» BRIEF:
In the records below, find every line that contains "lines" and list it.

» Stored data entries:
____________

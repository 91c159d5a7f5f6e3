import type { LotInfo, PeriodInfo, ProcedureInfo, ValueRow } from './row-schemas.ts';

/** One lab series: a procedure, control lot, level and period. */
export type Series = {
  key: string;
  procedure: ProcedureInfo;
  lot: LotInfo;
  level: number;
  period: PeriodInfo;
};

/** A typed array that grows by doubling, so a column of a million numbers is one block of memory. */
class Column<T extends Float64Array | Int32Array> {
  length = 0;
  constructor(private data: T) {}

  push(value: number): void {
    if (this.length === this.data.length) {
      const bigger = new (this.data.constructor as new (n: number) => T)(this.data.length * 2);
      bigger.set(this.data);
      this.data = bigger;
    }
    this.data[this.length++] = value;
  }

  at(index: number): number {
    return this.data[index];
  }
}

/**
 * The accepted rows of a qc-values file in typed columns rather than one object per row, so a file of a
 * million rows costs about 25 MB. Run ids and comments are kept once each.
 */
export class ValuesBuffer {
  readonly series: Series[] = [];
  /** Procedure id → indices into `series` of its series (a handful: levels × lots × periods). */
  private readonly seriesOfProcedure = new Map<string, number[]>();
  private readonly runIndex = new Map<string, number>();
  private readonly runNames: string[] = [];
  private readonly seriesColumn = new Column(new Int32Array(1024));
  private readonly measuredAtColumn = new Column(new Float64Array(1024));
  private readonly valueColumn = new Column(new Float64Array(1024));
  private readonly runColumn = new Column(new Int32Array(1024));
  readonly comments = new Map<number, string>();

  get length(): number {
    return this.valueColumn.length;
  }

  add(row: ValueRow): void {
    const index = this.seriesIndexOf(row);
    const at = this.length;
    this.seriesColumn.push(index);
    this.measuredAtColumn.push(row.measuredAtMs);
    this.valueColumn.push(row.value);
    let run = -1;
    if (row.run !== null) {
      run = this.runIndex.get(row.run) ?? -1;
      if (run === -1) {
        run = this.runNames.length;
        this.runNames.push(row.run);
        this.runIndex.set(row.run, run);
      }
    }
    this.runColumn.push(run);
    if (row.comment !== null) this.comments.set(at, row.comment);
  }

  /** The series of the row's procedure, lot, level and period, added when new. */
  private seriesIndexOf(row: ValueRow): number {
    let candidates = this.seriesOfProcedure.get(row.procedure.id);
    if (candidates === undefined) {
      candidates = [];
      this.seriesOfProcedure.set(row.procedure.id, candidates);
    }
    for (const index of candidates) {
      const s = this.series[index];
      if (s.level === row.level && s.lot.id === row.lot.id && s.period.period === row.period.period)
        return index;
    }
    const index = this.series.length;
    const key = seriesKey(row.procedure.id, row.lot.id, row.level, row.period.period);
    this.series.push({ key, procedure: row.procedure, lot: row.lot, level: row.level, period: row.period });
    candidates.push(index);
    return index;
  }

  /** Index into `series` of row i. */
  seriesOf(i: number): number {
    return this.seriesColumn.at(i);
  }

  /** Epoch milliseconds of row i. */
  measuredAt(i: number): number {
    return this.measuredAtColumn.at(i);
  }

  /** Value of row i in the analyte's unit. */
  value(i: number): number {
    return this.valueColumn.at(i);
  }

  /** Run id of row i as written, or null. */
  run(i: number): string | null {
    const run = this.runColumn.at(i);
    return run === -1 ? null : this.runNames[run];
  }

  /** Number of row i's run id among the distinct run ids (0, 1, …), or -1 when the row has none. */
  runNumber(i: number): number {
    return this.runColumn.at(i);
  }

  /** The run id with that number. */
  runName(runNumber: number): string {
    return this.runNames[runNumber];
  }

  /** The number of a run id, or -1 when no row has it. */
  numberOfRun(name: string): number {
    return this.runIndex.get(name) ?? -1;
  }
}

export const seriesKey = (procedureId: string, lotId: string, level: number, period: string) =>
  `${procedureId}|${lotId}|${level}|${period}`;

____________

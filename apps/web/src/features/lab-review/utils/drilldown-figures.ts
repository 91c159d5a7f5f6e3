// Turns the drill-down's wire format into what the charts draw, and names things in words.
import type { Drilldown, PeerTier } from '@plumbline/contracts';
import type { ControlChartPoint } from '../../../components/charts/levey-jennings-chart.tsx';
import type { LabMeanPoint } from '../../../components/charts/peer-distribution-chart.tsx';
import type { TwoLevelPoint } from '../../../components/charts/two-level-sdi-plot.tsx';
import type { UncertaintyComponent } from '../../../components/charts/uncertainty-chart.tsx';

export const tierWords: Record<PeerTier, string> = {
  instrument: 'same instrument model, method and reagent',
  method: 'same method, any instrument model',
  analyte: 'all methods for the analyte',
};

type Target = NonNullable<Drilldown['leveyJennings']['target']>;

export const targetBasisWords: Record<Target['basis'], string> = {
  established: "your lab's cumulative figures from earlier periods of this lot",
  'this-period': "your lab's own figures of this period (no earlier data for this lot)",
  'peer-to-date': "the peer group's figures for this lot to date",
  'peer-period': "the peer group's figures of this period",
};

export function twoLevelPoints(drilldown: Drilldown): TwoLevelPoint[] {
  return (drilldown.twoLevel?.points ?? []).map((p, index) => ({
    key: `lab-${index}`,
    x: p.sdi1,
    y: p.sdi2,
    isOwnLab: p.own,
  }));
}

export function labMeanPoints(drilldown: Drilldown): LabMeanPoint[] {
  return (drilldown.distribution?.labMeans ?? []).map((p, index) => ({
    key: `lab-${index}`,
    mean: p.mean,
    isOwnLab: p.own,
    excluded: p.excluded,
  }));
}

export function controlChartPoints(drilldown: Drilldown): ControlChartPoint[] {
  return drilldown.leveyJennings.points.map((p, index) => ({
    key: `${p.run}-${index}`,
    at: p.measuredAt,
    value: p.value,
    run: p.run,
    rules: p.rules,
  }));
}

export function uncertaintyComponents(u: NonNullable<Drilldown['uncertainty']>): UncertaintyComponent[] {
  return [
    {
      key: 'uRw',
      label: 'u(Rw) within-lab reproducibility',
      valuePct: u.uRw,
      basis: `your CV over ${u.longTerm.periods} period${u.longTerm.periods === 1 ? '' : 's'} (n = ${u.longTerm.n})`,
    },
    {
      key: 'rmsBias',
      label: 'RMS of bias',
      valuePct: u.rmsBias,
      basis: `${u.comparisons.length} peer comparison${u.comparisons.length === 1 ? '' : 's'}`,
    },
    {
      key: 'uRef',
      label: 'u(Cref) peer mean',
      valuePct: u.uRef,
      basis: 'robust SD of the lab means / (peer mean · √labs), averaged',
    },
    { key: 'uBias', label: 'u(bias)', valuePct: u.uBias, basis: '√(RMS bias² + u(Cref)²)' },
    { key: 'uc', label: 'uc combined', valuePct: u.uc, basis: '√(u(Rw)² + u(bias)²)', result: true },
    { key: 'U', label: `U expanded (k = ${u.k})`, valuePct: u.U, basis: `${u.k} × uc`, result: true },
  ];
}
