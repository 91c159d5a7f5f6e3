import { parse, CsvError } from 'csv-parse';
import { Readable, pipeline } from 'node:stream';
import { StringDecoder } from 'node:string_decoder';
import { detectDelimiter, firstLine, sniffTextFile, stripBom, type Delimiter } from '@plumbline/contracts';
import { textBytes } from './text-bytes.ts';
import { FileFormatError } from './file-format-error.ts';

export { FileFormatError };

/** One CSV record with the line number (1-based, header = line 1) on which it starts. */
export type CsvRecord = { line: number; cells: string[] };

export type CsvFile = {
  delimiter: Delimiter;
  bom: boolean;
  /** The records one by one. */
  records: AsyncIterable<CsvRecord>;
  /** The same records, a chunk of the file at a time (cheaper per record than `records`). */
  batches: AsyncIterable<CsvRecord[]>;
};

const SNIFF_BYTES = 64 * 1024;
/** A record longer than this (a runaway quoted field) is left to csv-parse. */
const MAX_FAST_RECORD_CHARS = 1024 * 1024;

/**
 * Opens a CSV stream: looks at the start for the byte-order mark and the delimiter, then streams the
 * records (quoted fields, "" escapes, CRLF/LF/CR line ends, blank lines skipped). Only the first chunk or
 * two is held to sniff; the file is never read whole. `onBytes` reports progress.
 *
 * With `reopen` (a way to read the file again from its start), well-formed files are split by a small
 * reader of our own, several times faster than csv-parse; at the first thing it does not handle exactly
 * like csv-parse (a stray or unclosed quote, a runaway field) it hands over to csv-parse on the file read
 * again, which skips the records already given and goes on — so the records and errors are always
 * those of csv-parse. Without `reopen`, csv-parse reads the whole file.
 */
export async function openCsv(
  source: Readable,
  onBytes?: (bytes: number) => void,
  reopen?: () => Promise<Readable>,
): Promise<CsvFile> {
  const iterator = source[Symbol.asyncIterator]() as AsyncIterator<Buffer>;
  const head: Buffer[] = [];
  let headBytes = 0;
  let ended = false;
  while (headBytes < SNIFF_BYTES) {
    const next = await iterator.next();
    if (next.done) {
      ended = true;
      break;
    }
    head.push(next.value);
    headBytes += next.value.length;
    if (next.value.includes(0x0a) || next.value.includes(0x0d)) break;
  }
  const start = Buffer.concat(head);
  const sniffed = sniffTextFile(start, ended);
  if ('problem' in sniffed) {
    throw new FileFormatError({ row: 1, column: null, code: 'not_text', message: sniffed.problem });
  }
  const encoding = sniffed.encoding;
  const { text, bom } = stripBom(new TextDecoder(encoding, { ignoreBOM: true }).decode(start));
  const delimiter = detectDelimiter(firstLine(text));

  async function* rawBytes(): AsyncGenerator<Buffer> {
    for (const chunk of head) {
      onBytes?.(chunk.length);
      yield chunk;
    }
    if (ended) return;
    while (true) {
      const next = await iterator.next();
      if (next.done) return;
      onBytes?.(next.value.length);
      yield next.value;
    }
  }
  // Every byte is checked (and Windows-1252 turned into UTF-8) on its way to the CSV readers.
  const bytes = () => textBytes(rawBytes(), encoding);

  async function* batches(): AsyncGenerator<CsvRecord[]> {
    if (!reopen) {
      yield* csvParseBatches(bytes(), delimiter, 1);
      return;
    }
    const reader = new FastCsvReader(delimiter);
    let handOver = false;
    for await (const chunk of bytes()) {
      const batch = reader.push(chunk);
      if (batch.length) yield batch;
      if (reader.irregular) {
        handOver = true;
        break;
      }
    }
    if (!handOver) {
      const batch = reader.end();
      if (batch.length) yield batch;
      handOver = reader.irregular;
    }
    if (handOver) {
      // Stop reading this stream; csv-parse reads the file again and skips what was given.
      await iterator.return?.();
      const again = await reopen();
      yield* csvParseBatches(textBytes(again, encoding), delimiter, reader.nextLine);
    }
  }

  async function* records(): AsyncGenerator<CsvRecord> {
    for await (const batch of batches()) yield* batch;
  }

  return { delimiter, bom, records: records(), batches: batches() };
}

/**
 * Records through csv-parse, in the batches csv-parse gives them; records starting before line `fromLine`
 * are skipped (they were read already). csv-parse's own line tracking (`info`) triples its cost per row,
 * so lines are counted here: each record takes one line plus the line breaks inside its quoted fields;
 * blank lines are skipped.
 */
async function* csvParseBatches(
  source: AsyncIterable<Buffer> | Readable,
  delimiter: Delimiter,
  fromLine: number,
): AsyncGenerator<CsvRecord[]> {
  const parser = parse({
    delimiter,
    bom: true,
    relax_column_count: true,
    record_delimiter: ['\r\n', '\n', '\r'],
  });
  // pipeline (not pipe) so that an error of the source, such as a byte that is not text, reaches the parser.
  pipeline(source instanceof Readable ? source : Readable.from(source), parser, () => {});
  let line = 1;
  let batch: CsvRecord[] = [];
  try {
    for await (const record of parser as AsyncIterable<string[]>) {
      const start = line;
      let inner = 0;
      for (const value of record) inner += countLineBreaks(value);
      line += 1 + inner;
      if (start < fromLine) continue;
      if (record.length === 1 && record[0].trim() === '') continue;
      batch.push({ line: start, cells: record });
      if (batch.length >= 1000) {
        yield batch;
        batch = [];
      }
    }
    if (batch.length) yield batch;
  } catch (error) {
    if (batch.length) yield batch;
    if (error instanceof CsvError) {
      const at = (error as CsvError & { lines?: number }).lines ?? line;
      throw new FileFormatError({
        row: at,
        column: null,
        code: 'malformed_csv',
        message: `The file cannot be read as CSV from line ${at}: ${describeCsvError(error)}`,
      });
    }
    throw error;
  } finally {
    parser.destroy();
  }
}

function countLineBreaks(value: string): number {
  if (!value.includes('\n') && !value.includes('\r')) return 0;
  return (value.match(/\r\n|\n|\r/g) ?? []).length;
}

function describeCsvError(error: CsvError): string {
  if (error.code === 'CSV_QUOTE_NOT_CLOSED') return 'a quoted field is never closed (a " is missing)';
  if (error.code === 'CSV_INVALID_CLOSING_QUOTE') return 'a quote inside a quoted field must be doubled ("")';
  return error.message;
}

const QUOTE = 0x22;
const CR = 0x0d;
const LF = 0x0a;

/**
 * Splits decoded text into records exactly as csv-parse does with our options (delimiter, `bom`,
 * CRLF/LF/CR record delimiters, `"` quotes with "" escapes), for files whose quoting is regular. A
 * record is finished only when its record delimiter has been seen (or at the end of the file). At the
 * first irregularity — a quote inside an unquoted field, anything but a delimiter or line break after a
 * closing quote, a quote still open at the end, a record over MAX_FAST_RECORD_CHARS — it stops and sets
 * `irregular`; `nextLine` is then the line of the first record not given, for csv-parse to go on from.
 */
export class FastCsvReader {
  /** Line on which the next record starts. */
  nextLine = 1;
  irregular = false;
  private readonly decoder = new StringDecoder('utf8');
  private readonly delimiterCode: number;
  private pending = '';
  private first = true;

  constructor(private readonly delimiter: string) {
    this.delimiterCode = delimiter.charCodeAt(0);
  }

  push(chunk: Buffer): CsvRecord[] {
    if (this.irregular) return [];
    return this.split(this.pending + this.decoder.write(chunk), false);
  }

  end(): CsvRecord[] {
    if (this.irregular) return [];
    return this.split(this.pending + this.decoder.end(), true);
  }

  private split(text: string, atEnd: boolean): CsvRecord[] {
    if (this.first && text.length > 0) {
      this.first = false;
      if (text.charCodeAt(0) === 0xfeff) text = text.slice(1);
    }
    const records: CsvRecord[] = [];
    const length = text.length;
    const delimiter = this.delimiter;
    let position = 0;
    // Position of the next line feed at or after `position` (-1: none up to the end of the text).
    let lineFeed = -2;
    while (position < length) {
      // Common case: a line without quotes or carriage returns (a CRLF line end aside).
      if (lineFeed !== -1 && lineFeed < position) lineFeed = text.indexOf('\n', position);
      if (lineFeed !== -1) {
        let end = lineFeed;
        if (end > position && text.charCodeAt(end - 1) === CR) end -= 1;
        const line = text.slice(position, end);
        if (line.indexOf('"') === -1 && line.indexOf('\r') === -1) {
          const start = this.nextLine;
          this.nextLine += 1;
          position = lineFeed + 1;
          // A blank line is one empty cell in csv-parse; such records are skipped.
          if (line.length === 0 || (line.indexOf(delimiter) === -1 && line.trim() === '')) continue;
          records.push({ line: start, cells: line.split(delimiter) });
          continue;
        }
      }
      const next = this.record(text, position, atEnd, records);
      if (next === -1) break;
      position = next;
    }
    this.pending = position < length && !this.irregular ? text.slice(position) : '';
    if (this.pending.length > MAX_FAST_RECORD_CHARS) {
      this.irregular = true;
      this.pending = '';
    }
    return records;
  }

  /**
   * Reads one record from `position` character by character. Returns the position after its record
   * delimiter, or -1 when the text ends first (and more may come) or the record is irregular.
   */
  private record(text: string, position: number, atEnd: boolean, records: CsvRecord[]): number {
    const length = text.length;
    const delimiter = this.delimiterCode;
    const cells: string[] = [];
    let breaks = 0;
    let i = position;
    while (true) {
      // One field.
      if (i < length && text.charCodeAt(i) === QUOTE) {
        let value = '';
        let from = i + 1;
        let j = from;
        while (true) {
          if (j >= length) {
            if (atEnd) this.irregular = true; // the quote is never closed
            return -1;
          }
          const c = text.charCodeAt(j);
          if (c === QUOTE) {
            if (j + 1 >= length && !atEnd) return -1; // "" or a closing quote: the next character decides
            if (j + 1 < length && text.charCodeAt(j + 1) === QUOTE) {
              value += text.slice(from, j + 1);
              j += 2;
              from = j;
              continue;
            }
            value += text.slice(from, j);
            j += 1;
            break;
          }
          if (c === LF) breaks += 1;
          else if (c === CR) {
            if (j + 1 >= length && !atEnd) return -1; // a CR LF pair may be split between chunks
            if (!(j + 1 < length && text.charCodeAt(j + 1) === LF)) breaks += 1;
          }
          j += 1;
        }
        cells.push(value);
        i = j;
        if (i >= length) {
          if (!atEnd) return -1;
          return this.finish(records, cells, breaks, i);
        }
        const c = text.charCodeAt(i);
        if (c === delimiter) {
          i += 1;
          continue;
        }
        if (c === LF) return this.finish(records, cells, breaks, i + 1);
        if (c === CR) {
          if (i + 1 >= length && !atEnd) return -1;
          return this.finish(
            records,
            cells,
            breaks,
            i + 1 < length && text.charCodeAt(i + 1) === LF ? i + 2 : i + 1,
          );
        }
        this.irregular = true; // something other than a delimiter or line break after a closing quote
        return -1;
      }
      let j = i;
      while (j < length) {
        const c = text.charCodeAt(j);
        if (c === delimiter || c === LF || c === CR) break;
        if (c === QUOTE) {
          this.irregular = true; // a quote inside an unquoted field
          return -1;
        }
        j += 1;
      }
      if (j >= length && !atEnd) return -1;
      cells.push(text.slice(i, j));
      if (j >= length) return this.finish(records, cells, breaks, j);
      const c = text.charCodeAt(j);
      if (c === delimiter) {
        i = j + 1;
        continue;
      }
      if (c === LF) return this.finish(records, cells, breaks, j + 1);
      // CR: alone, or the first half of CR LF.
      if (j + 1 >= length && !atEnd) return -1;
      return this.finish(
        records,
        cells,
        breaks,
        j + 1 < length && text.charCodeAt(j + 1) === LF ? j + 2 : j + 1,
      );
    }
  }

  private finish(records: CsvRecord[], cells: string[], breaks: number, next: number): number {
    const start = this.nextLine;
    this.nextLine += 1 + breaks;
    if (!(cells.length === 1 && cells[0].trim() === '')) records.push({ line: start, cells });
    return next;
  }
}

____________

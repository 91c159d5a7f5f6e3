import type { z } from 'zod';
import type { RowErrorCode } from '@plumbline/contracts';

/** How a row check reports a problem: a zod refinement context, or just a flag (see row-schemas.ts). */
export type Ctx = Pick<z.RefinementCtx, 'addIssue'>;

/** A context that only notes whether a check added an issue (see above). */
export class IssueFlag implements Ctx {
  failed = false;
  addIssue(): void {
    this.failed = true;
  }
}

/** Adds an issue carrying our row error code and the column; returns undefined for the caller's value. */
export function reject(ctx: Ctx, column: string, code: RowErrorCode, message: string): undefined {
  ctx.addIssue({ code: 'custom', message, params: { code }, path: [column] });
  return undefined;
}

____________

» SOLUTION FOR THIS EXERCISE:
 * records (quoted fields, "" escapes, CRLF/LF/CR line ends, blank lines skipped). Only the first chunk or
 * so lines are counted here: each record takes one line plus the line breaks inside its quoted fields;
 * blank lines are skipped.
      const at = (error as CsvError & { lines?: number }).lines ?? line;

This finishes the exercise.